Collected data
== == ==

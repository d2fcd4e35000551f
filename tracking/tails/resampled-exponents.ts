import type { TrackPacks } from '../resampling/packs';
import { exponentOf, noisyLaw, shareBeyond } from './broadened-law';
import type { SizeNoise } from './power-law-tail';

/** What is resampled: the sizes of a tail, whose they are, and the tails that were tried. */
export interface ResampledTail {
  /** Descending, m/s, and the track of each. */
  sizeMS: Float64Array;
  track: Uint32Array;
  /** Of `triedTails`. */
  tried: readonly number[];
  /** Samples of the tail that was chosen; tails like it are looked at first, which spares most of the others. */
  chosen: number;
  noise: SizeNoise;
}

/** Distances of data and law are looked at where a tail has this many samples at least, and then every 8 %. */
const LOOKED_AT_FROM = 3;
const LOOKED_AT_RATIO = 1.08;

/**
 * Exponents of as many draws of whole tracks with replacement, each with a beginning of its own, chosen as that of the
 * data was: where a tail begins is as uncertain as what it holds (Clauset, Shalizi & Newman 2009, section 3.3, for
 * resampling; whole tracks, since samples of one track depend on each other).
 *
 * @returns fewer exponents than draws where a draw has no tail.
 */
export function resampledExponents(
  { sizeMS, track, tried, chosen, noise }: ResampledTail,
  { packs, pack, draws, weights }: TrackPacks,
): Float64Array {
  const ends = lookedAt(tried);
  const steps = ends.length;
  // Samples and sums of logarithms of each pack between one place and the next.
  const counts = new Float64Array(packs * steps);
  const lnSums = new Float64Array(packs * steps);
  for (let t = 0, k = 0; t < steps; t++) {
    for (; k < ends[t]; k++) {
      counts[pack[track[k]] * steps + t]++;
      lnSums[pack[track[k]] * steps + t] += Math.log(sizeMS[k]);
    }
  }
  const isTried = new Set(tried);
  const far = (t: number) => Math.abs(Math.log(ends[t] / chosen));
  const law: Beginnings = {
    lnFrom: Float64Array.from(ends, (samples) => Math.log(sizeMS[samples - 1])),
    perSquare: Float64Array.from(ends, (samples) => sizeMS[samples - 1] ** -2),
    tried: ends.flatMap((samples, t) => (isTried.has(samples) ? [t] : [])).sort((a, b) => far(a) - far(b)),
    noise,
  };
  const exponents = new Float64Array(draws);
  let found = 0;
  const count = new Float64Array(steps);
  const lnSum = new Float64Array(steps);
  for (let d = 0; d < draws; d++) {
    count.fill(0);
    lnSum.fill(0);
    for (let p = 0; p < packs; p++) {
      const weight = weights[d * packs + p];
      if (weight === 0) continue;
      for (let t = 0, row = p * steps; t < steps; t++, row++) {
        count[t] += weight * counts[row];
        lnSum[t] += weight * lnSums[row];
      }
    }
    for (let t = 1; t < steps; t++) {
      count[t] += count[t - 1];
      lnSum[t] += lnSum[t - 1];
    }
    const alpha = bestExponent(count, lnSum, law);
    if (Number.isFinite(alpha)) exponents[found++] = alpha;
  }
  return exponents.subarray(0, found);
}

/** Numbers of samples at which data and law are compared, ascending, those of the tails tried among them. */
function lookedAt(tried: readonly number[]): number[] {
  const most = tried[tried.length - 1] ?? 0;
  const all = new Set(tried);
  for (let samples = LOOKED_AT_FROM; samples < most; samples *= LOOKED_AT_RATIO) all.add(Math.round(samples));
  return [...all].sort((a, b) => a - b);
}

interface Beginnings {
  /** ln of the size at each place that is looked at, and the size to the power of -2. */
  lnFrom: Float64Array;
  perSquare: Float64Array;
  /** Places at which a tail may begin, most promising first. */
  tried: readonly number[];
  noise: SizeNoise;
}

function bestExponent(
  count: Float64Array,
  lnSum: Float64Array,
  { lnFrom, perSquare, tried, noise: { noiseMS, kind } }: Beginnings,
): number {
  let best = Infinity;
  let least = Infinity;
  for (const t of tried) {
    const noiseShare = noiseMS / Math.exp(lnFrom[t]);
    const alpha = exponentOf(lnSum[t] / count[t] - lnFrom[t], noiseShare, kind);
    if (!Number.isFinite(alpha)) continue;
    const law = noisyLaw(alpha, noiseShare, kind);
    const all = count[t];
    let distance = 0;
    for (let j = t; j >= 0 && distance < least; j--) {
      const power = Math.exp((1 - alpha) * (lnFrom[j] - lnFrom[t]));
      const off = Math.abs(shareBeyond(law, perSquare[j] / perSquare[t], power) - count[j] / all);
      if (off > distance) distance = off;
    }
    if (distance < least) {
      least = distance;
      best = alpha;
    }
  }
  return best;
}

== == ==

◆ What the task requires ◆
Take the records above and return, word for word, only the lines that fall from the line with "return [...all].sort((a, b) => a - b);" to the line with "const all = count[t];", both of them included.

◆ Completed exercise ◆
  return [...all].sort((a, b) => a - b);
}

interface Beginnings {
  /** ln of the size at each place that is looked at, and the size to the power of -2. */
  lnFrom: Float64Array;
  perSquare: Float64Array;
  /** Places at which a tail may begin, most promising first. */
  tried: readonly number[];
  noise: SizeNoise;
}

function bestExponent(
  count: Float64Array,
  lnSum: Float64Array,
  { lnFrom, perSquare, tried, noise: { noiseMS, kind } }: Beginnings,
): number {
  let best = Infinity;
  let least = Infinity;
  for (const t of tried) {
    const noiseShare = noiseMS / Math.exp(lnFrom[t]);
    const alpha = exponentOf(lnSum[t] / count[t] - lnFrom[t], noiseShare, kind);
    if (!Number.isFinite(alpha)) continue;
    const law = noisyLaw(alpha, noiseShare, kind);
    const all = count[t];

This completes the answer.